By requiring proof, for example, of government assistance or residency within a residence at the Worcester Housing Authority, the clinic will focus exclusively on individuals who do not have the means to bring their pets to another clinic in the area.

Once approved, pet owners will have access to vaccinations, well-being visits and simple surgeries at significantly reduced fees that are just enough to cover the clinic’s costs.

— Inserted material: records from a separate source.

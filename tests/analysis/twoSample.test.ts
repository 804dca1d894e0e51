import { describe, expect, it } from 'vitest';
import type { Arm } from '../../src/analysis/arms.js';
import { type TwoSampleSettings, twoSampleDraft } from '../../src/analysis/twoSample.js';

// Invented paired fixture: six seeds; the baseline's runs are listed in another order so that pairing
// has to go by seed. By seed (candidate, baseline): s1 (10.0, 10.1), s2 (11.0, 11.3), s3 (9.9, 9.8),
// s4 (11.8, 12.0), s5 (10.4, 10.7), s6 (11.2, 11.5). Expected p values from scipy, named beside each.
const arm = (seeds: string[], values: number[]): Arm => ({
  values: Float64Array.from(values),
  events: values.map(() => true),
  seeds,
  diverged: 0,
  short: 0,
  noValue: 0,
  scoredWorst: 0,
});
const cand = arm(['s1', 's2', 's3', 's4', 's5', 's6'], [10.0, 11.0, 9.9, 11.8, 10.4, 11.2]);
const base = arm(['s6', 's5', 's4', 's3', 's2', 's1'], [11.5, 10.7, 12.0, 9.8, 11.3, 10.1]);
const settings = (paired: boolean): TwoSampleSettings => ({
  alpha: 0.05,
  level: 0.95,
  seed: 1,
  paired,
  margin: 0.5,
  interval: 'welch',
  resamples: 1000,
  bootstrapFrom: 10,
});
const draft = (paired: boolean) => twoSampleDraft(base, cand, 'max', 'fixture', settings(paired), new Map());

describe('twoSampleDraft non-inferiority (METHODS.md: paired when --paired)', () => {
  it('under --paired: the one-sided paired t on the pairs shifted by the margin (scipy 1.10.1)', () => {
    const d = draft(true);
    // /usr/bin/python3, scipy 1.10.1, x and y the candidate and baseline by seed as listed above:
    // stats.ttest_rel(x + 0.5, y, alternative='greater').pvalue
    expect(d.nonInferiorityP).toBeCloseTo(0.0023540719592755376, 12);
    expect(d.pairedBounds).toBe(true);
    expect(d.primary).toBe('paired-t');
  });

  it('without --paired: Welch on the same data, a different p (scipy 1.10.1)', () => {
    const d = draft(false);
    // /usr/bin/python3, scipy 1.10.1: stats.ttest_ind(x + 0.5, y, equal_var=False, alternative='greater').pvalue
    expect(d.nonInferiorityP).toBeCloseTo(0.2542189468810645, 12);
    expect(d.pairedBounds).toBe(false);
    // The two choices must disagree here (non-inferiority holds at alpha/2 only when paired), so a draft
    // that ignored --paired would fail the test above.
    expect(Math.abs((draft(true).nonInferiorityP ?? 1) - (d.nonInferiorityP ?? 0))).toBeGreaterThan(0.2);
  });

  it('goal min under --paired: the paired t less-test of x - margin against y (scipy 1.10.1)', () => {
    const d = twoSampleDraft(base, cand, 'min', 'fixture', settings(true), new Map());
    // /usr/bin/python3, scipy 1.10.1: stats.ttest_rel(x - 0.5, y, alternative='less').pvalue
    expect(d.nonInferiorityP).toBeCloseTo(6.925412012914093e-5, 14);
  });
});
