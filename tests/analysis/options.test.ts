import { describe, expect, it } from 'vitest';
import { DEFAULT_OPTIONS, resolveOptions } from '../../src/analysis/options.js';
import { SeedsiftError } from '../../src/problems.js';
import { runSet } from './runSetBuilder.js';

describe('resolveOptions', () => {
  it('fills every default of METHODS.md', () => {
    const o = resolveOptions({});
    expect(o).toMatchObject({
      alpha: 0.05,
      seed: 1,
      correction: 'holm',
      summary: { kind: 'final' },
      summaryText: 'final',
      baseline: null,
      taskKey: null,
      margin: null,
      paired: false,
      failed: 'exclude',
      family: 'study',
      interval: 'welch',
      failOn: null,
      level: 0.95,
      resamples: 10000,
      bandResamples: 2000,
      bins: 400,
      bootstrapFrom: 10,
      calibrationBins: 15,
    });
    expect(o.haltingThresholds).toEqual(DEFAULT_OPTIONS.haltingThresholds);
  });

  it('parses values typed on the command line (strings) and front matter (numbers)', () => {
    const o = resolveOptions({
      alpha: '0.01',
      seed: '42',
      correction: 'bh',
      summary: 'last:10%',
      baseline: 'memory=4',
      taskKey: 'task',
      margin: '0.5',
      paired: true,
      diverged: 'worst',
      failOn: 'not-better',
      bins: 100,
      haltingThresholds: '0.9, 0.5,0.9',
    });
    expect(o.alpha).toBe(0.01);
    expect(o.seed).toBe(42);
    expect(o.correction).toBe('bh');
    expect(o.summary).toEqual({ kind: 'last', percent: 10, text: 'last:10%' });
    expect(o.summaryText).toBe('last:10%');
    expect(o.baseline?.pairs).toEqual([{ key: 'memory', value: '4' }]);
    expect(o.margin).toBe(0.5);
    expect(o.paired).toBe(true);
    expect(o.failed).toBe('worst');
    expect(o.failOn).toBe('not-better');
    expect(o.bins).toBe(100);
    expect(o.haltingThresholds).toEqual([0.5, 0.9]);
  });

  it('rejects bad values naming the option', () => {
    expect(() => resolveOptions({ alpha: 2 })).toThrow('--alpha: expected a number in (0, 1), got 2');
    expect(() => resolveOptions({ alpha: 'x' })).toThrow(SeedsiftError);
    expect(() => resolveOptions({ seed: '1.5' })).toThrow('--seed: expected an integer');
    expect(() => resolveOptions({ correction: 'bonferroni' })).toThrow(
      "--correction: expected holm, bh, none, got 'bonferroni'",
    );
    expect(() => resolveOptions({ summary: 'median' })).toThrow(
      '--summary: expected final, last:P%, best, auc, reach:VALUE or step:N',
    );
    expect(() => resolveOptions({ diverged: 'drop' })).toThrow('--diverged');
    expect(() => resolveOptions({ failed: 'drop' })).toThrow('--failed');
    expect(() => resolveOptions({ family: 'metric' })).toThrow('--family');
    expect(() => resolveOptions({ interval: 'percentile' })).toThrow('--interval');
    // intervals follow alpha (METHODS.md: level 1 - alpha) unless a level is given
    expect(resolveOptions({ alpha: '0.01' }).level).toBeCloseTo(0.99, 15);
    expect(() => resolveOptions({ failOn: 'better' })).toThrow('--fail-on');
    expect(() => resolveOptions({ margin: -1 })).toThrow('--margin');
    expect(() => resolveOptions({ level: 1 })).toThrow('--level');
    expect(() => resolveOptions({ resamples: 10 })).toThrow('--resamples');
    expect(() => resolveOptions({ paired: 'maybe' })).toThrow('--paired');
    expect(() => resolveOptions({ haltingThresholds: '0.5,1.5' })).toThrow('--halting-thresholds');
    expect(() => resolveOptions({ baseline: 'memory' })).toThrow('--baseline: expected key=value');
    const thrown = ((): unknown => {
      try {
        resolveOptions({ alpha: 0 });
      } catch (error) {
        return error;
      }
      return null;
    })();
    expect(thrown).toBeInstanceOf(SeedsiftError);
    expect((thrown as SeedsiftError).code).toBe('usage');
  });

  it('checks the baseline and the task key against a run set', () => {
    const set = runSet(
      ['ticks', 'memory'],
      [4, 8].map((m) => ({ params: { ticks: '16', memory: String(m) }, seed: 1, metrics: { acc: 1 } })),
      [{ name: 'acc', goal: 'max' }],
      'scores',
    );
    expect(resolveOptions({ baseline: 'memory=4' }, set).baseline?.text).toBe('memory=4');
    expect(() => resolveOptions({ baseline: 'memory=5' }, set)).toThrow(
      '--baseline: memory=5 matches no config; memory takes 4, 8',
    );
    expect(() => resolveOptions({ baseline: 'width=5' }, set)).toThrow(
      "--baseline: no config key 'width'; keys are ticks, memory",
    );
    expect(() => resolveOptions({ taskKey: 'task' }, set)).toThrow('--task-key');
  });
});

In addition to providing hands-on experience for both groups of students and pet owners from disadvantaged backgrounds, the clinic is likely to create a public health benefit by increasing the number of pets who are vaccinated against communicable diseases like rabies, as well as providing surveillance data on outbreaks of animal disease that otherwise might go undetected.

The idea of the clinic grew over time from both sides of the collaboration, but spearheading the concept were two faculty members in the Cummings School’s Department of Clinical Sciences. Associate Professor Elizabeth A. Rozanski, DVM, and Professor John E. Rush, DVM, first conceptualized a clinic to give veterinary students more primary care clinical experience while serving needy animals.

Students in the technical high school’s veterinary assistant program will take increasingly larger roles as they progress through the four-year curriculum, learning safety and hygiene protocols, scheduling appointments, handling transactions, helping to take histories and steady animals during exams and supervise the younger students in the program.

By working alongside veterinary students under the supervision of WTHS and Cummings School personnel, veterinary assistant students learn valuable skills, Harrity said, and may also aspire to become veterinary technicians or veterinarians themselves.